▶ **Data**
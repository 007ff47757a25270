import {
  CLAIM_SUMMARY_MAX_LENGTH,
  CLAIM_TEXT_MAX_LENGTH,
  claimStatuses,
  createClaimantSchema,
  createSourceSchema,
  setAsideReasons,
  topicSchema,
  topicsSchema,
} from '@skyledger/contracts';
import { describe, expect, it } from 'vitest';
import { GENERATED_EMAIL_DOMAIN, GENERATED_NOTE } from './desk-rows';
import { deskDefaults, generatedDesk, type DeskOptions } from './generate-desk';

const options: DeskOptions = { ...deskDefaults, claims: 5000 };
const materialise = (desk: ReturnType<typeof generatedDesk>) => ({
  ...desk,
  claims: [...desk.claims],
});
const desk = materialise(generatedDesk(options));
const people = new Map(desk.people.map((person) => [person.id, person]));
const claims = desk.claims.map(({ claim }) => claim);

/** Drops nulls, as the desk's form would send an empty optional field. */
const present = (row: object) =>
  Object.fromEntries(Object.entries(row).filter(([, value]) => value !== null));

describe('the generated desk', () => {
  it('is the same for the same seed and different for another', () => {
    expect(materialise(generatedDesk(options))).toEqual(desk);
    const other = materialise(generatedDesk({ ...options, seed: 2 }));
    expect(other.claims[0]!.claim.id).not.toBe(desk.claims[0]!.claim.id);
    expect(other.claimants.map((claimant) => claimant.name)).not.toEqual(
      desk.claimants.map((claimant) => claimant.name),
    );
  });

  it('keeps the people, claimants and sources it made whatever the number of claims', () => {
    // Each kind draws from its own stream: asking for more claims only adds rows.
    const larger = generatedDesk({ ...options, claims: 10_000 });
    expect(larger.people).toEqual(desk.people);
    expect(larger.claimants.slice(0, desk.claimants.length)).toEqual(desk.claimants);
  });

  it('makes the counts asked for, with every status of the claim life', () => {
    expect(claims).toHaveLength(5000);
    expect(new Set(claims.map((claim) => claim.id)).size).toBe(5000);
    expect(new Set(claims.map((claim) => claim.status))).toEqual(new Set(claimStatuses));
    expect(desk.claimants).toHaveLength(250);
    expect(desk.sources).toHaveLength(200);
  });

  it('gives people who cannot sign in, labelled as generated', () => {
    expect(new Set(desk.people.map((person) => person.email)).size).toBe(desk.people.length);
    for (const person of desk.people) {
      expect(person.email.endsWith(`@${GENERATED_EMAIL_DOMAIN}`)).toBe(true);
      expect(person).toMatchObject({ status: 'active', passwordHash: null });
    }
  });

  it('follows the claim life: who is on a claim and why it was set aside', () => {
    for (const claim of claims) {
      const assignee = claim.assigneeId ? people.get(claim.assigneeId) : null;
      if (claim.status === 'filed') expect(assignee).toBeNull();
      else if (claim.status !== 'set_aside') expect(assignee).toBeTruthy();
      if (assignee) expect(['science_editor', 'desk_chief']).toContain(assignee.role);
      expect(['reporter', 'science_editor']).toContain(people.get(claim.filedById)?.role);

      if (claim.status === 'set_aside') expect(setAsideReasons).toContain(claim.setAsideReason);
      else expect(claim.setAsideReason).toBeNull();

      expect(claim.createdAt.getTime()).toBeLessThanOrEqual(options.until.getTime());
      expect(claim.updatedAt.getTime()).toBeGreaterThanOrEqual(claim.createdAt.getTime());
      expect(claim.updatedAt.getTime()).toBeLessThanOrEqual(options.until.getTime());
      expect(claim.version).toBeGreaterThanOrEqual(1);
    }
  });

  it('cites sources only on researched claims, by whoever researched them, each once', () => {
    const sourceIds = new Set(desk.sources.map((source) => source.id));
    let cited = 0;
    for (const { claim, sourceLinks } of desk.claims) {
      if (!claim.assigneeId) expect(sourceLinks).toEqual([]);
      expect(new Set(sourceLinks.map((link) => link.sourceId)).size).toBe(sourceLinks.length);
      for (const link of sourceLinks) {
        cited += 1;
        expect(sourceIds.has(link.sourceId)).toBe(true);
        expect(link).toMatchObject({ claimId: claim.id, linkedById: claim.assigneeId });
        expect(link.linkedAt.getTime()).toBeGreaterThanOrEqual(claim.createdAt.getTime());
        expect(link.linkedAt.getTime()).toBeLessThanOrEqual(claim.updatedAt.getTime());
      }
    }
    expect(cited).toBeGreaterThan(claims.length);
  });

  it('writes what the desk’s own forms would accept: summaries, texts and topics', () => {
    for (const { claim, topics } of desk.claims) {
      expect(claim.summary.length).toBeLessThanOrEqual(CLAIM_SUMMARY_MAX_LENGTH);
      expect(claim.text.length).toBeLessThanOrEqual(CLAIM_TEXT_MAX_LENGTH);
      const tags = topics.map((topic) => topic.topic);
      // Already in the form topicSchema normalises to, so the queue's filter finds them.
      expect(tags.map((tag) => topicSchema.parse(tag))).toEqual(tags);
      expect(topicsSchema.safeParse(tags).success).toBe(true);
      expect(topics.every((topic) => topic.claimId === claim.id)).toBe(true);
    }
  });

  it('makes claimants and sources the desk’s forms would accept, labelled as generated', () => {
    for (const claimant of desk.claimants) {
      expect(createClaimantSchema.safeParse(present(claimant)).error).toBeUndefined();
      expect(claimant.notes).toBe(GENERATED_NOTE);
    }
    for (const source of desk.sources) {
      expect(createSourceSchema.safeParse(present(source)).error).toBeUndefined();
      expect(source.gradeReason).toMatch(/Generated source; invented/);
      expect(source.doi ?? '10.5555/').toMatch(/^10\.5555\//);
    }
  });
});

---

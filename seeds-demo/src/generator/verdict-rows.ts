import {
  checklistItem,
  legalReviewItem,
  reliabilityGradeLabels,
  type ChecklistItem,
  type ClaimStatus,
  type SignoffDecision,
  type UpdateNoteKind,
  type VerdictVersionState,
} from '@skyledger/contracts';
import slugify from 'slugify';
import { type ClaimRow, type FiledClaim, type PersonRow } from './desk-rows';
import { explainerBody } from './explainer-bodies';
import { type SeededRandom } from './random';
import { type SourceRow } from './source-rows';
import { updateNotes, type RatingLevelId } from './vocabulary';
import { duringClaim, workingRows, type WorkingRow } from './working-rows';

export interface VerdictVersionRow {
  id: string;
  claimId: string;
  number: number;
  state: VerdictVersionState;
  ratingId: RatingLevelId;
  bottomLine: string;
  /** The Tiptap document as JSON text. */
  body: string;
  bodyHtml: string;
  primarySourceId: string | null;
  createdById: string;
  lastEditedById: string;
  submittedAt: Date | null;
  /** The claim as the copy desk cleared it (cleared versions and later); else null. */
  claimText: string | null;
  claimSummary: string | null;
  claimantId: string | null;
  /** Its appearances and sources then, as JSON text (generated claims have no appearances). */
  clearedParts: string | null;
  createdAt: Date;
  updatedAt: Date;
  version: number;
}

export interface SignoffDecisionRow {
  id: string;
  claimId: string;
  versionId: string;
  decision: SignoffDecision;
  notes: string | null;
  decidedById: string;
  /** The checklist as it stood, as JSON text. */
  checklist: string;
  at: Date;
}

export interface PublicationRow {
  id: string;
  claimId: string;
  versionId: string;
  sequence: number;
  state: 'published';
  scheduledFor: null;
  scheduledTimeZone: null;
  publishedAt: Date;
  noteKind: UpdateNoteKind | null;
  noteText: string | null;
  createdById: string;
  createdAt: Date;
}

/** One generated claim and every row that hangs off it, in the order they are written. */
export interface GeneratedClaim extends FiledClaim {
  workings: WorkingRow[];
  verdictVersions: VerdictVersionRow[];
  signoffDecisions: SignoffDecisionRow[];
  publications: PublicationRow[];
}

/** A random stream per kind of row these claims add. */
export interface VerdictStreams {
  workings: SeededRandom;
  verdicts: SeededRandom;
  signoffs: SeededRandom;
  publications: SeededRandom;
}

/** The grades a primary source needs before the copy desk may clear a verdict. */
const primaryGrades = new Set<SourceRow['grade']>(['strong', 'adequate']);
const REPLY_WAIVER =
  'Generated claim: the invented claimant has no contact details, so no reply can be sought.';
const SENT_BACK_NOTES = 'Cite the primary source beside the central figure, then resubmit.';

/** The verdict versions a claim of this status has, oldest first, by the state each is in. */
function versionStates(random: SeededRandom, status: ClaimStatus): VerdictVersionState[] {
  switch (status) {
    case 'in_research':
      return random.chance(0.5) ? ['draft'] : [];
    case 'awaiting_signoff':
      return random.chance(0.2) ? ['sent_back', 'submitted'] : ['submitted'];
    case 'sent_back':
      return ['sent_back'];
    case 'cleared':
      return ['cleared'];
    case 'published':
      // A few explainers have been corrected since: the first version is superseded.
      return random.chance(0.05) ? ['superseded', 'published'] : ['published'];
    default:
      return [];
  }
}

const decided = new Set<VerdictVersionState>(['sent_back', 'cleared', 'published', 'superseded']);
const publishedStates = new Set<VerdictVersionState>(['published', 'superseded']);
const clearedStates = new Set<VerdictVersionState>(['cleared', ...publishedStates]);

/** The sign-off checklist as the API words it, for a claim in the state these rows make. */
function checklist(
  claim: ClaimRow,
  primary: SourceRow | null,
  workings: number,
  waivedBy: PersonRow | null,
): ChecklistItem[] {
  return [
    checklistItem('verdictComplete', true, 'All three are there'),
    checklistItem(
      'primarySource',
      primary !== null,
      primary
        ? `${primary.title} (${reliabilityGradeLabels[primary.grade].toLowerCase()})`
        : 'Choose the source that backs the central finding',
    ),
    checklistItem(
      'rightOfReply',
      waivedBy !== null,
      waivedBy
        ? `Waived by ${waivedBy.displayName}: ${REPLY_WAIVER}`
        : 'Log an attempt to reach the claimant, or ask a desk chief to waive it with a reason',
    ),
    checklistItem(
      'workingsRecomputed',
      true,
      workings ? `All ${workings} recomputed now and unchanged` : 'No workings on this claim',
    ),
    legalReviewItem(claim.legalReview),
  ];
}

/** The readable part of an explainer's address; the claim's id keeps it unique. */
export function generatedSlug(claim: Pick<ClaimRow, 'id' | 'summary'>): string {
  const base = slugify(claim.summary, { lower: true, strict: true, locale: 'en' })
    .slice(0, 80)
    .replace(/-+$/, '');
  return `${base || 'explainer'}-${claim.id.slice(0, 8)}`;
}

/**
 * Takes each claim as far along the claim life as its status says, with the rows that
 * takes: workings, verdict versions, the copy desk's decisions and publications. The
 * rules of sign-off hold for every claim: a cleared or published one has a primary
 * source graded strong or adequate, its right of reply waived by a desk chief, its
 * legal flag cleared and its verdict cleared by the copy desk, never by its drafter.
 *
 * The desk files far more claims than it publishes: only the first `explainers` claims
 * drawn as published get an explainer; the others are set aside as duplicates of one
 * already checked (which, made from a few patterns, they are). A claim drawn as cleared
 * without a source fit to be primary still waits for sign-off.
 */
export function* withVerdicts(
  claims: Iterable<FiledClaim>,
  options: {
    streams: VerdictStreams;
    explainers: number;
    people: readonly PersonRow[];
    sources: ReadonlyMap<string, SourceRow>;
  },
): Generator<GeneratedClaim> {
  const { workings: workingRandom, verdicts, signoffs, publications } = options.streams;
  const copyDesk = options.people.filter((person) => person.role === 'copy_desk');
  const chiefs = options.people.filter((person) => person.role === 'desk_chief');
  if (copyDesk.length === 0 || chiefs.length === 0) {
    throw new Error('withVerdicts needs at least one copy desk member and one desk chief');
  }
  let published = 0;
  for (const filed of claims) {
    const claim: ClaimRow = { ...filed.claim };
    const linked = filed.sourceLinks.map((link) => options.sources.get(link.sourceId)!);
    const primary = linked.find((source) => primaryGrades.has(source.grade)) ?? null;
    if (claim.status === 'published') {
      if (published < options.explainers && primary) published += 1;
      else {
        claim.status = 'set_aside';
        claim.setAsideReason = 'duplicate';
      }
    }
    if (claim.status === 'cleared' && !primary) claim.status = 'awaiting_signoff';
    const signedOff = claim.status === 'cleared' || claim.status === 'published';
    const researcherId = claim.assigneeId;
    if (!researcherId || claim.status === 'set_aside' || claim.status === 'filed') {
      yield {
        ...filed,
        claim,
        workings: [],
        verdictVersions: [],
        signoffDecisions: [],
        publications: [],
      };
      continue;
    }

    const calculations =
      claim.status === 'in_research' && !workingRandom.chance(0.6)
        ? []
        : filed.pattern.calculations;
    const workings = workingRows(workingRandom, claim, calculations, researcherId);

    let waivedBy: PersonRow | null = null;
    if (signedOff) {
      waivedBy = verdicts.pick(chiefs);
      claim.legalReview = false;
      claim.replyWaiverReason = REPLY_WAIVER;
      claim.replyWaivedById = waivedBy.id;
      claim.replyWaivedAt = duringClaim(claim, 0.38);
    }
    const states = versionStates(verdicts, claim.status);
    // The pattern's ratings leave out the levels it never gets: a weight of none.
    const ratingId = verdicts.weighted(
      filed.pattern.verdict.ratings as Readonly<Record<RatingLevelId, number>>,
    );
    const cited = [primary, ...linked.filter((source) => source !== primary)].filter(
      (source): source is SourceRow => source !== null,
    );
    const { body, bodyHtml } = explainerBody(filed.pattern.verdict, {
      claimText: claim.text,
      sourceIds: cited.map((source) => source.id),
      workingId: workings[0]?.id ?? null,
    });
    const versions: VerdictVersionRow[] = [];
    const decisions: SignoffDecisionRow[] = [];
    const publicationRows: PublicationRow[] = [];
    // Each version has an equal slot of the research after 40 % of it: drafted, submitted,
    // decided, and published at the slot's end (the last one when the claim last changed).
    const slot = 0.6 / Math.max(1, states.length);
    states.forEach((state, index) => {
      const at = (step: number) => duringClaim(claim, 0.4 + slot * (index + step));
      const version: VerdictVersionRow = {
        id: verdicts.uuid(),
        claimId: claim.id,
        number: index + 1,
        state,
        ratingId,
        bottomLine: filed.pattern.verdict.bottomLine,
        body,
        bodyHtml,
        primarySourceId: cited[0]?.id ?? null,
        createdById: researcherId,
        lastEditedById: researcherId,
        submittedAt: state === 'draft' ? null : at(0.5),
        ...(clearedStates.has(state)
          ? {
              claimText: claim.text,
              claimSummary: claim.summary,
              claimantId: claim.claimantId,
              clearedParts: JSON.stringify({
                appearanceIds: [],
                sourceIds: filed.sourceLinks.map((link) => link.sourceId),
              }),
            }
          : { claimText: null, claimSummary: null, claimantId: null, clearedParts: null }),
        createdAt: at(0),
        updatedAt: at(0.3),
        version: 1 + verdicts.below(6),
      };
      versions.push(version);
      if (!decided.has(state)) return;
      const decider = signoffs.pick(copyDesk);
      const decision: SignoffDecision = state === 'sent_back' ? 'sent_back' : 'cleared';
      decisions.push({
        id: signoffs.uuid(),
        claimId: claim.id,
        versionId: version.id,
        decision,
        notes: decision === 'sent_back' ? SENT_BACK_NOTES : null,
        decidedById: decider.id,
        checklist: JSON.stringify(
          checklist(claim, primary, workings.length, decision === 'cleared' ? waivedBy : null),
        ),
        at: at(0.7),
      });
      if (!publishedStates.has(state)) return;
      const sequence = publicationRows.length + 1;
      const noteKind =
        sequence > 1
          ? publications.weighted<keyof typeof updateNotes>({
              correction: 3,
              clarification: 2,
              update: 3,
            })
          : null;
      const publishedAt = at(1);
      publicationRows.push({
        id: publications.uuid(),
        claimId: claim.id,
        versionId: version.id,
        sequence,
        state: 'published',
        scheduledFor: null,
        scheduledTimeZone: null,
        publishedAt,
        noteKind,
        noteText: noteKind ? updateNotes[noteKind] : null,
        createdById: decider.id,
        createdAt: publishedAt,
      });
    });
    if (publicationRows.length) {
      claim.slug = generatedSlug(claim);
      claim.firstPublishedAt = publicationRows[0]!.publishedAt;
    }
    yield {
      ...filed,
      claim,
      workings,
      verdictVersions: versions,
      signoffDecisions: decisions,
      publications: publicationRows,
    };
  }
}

▶ **How to complete this task**
Would you please copy every line from the listing above that contains the word "workingRandom"?

▶ **Solution to this exercise**
  const { workings: workingRandom, verdicts, signoffs, publications } = options.streams;
      claim.status === 'in_research' && !workingRandom.chance(0.6)
    const workings = workingRows(workingRandom, claim, calculations, researcherId);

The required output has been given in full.